One (mercenary) point of view, but one big quibble, Shep... Babe Ruth didn't "move around;" he was moved around. Those were the days of the Reserve Clause, and players had no say in where they went or for whom they played.

Even after the Curt Flood case struck down the Reserve Clause, guys like Hall of Famer George Brett played 21 seasons on annual contract in one place, Kansas City. Classy guy!

4. HDHouse said...

The definition of a "classy guy" isn't his loyalty to a team that would, if the price were right, trade him in an instant.

Are you serious in thinking that if the Cav's management got a huge offer for James during the last year of his contract that they wouldn't have padlocked his locker and taken his shoes? Cleveland got what it got because of very very poor management in not anticipating and planning for the loss of key personnel... much like any business gets when it doesn't think ahead.

At last count, James did nothing that he wasn't freely entitled to do and the Cav's management dropped the proverbial slam dunk ball.

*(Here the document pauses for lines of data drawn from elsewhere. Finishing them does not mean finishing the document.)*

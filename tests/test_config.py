"""Config files: tables, keys, values, and command-line overrides."""

from __future__ import annotations

import pytest

from drift.config import load_config
from drift.errors import ConfigError


def test_defaults():
    c = load_config(None)
    assert (c.min_games, c.min_minutes_per_game, c.components, c.roles) == (20, 10.0, "variance", "auto")
    # chosen on the simulated-league family (benchmarks/role_count.py): 90% variance, up to 14 roles
    assert (c.variance_threshold, c.max_roles) == (0.9, 14)


def test_full_file(tmp_path):
    p = tmp_path / "c.toml"
    p.write_text("""
[columns]
player_id = "PID"
[intake]
total_marker = "2TM"
exclude = ["age"]
[filters]
min_games = 15
min_minutes_per_game = 12.5
[model]
reference = ["2021-22"]
components = 0.85
roles = 6
noise_policy = "weight"
[moves]
alpha = 0.05
compare = ["2021-22", "2023-24"]
[roles.names]
R1 = "Lead creator"
""")
    c = load_config(p)
    assert c.columns == {"player_id": "PID"} and c.total_marker == "2TM" and c.exclude == ("age",)
    assert c.min_games == 15 and c.components == 0.85 and c.roles == 6 and c.noise_policy == "weight"
    assert c.compare == ("2021-22", "2023-24") and c.role_names == {"R1": "Lead creator"}
    assert c.replace(min_games=None, roles=4).roles == 4


@pytest.mark.parametrize("text, words", [
    ("[wrong]\nx = 1\n", "unknown table [wrong]"),
    ("[model]\nroles = 0\n", "roles=0"),
    ("[model]\ncomponents = 1.5\n", "components=1.5"),
    ("[model]\nnoise_policy = 'magic'\n", "noise_policy"),
    ("[filters]\nmin_games = -1\n", "min_games=-1"),
    ("[filters]\nspeed = 1\n", "unknown key 'speed'"),
    ("[columns]\nheight = 'H'\n", "unknown drift names"),
    ("not toml = = =", "not valid TOML"),
])
def test_bad_files_say_what_is_wrong(tmp_path, text, words):
    p = tmp_path / "c.toml"
    p.write_text(text)
    with pytest.raises(ConfigError, match=None) as info:
        load_config(p)
    assert words in str(info.value) and str(p) in str(info.value)


def test_missing_file(tmp_path):
    with pytest.raises(ConfigError, match="not found"):
        load_config(tmp_path / "none.toml")


def test_config_is_built_from_parts_and_reads_flat():
    from drift.config import Config, IntakePolicy, ModelSettings, MoveSettings

    c = Config(intake=IntakePolicy(min_games=15), model=ModelSettings(roles=5), roles=6, alpha=0.05)
    assert isinstance(c.moves, MoveSettings) and c.moves.alpha == 0.05
    assert (c.min_games, c.roles, c.model.roles) == (15, 6, 6)
    assert c == Config(min_games=15, roles=6, alpha=0.05)
    with pytest.raises(ConfigError, match="unknown setting"):
        Config(speed=3)


@pytest.mark.parametrize("key, value, words", [
    ("alpha", float("nan"), "alpha=nan"),
    ("min_minutes_per_game", float("inf"), "min_minutes_per_game=inf"),
    ("variance_threshold", 1.5, "variance_threshold=1.5"),
    ("roles", 1, "roles=1"),
    ("roles", True, "roles=True"),
    ("seed", -1, "seed=-1"),
    ("max_roles", 2.5, "max_roles=2.5"),
    ("compare", ("2021-22", "2021-22"), "two different seasons"),
    ("compare", ("2021-22",), "exactly two seasons"),
    ("total_marker", 7, "total_marker=7"),
])
def test_out_of_range_values_are_refused_not_clamped(key, value, words):
    from drift.config import Config

    with pytest.raises(ConfigError) as info:
        Config(**{key: value})
    assert words in str(info.value)


def test_a_single_name_is_one_name_not_ignored(tmp_path):
    p = tmp_path / "c.toml"
    p.write_text('[intake]\nexclude = "age"\n[model]\nreference = "2021-22"\n')
    c = load_config(p)
    assert c.exclude == ("age",) and c.reference == ("2021-22",)


def test_replace_ignores_not_given_values_only():
    from drift.config import Config

    c = Config(total_marker=None)
    assert c.total_marker is None  # no marker: every row is a team row, never silently "TOT"
    assert c.replace(min_games=None, roles=3) == Config(total_marker=None, roles=3)


def test_a_file_saved_with_a_byte_order_mark_reads(tmp_path):
    p = tmp_path / "c.toml"
    p.write_bytes("\ufeff[filters]\nmin_games = 15\n".encode("utf-8"))
    assert load_config(p).min_games == 15


def test_csv_separator_and_encoding_are_read_and_checked(tmp_path):
    p = tmp_path / "c.toml"
    p.write_text('[intake.csv]\nseparator = "tab"\nencoding = "windows-1252"\n')
    assert load_config(p).csv == {"separator": "\t", "encoding": "windows-1252"}
    p.write_text('[intake.csv]\nseparator = "\\t"\n')
    assert load_config(p).csv == {"separator": "\t"}


@pytest.mark.parametrize("text, words", [
    ('[intake.csv]\nseparator = ":"\n', "separator=':' must be one of"),
    ('[intake.csv]\nencoding = "klingon"\n', "encoding='klingon' is not an encoding Python knows"),
    ('[intake.csv]\ndelimiter = ";"\n', "unknown key(s) ['delimiter']"),
    ('[intake]\ncsv = ";"\n', "[intake] csv must be a table like [intake.csv]"),
])
def test_bad_csv_settings_are_refused(tmp_path, text, words):
    p = tmp_path / "c.toml"
    p.write_text(text)
    with pytest.raises(ConfigError) as info:
        load_config(p)
    assert words in str(info.value)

They get what they get... or would the editor here prefer a good dose of socialism where these choices don't occur in such a fashion?

There was a lot more to George Brett than that which made him a "classy guy," but he was a reference point, not the subject of the entry.

The Cavs attempted to ink James to an extension or new deal at various times, but he was determined to go the free agency route.

Your contrarian speculations are interesting, however.

5. Coach K said...

...the whole episode was total 'Gansta.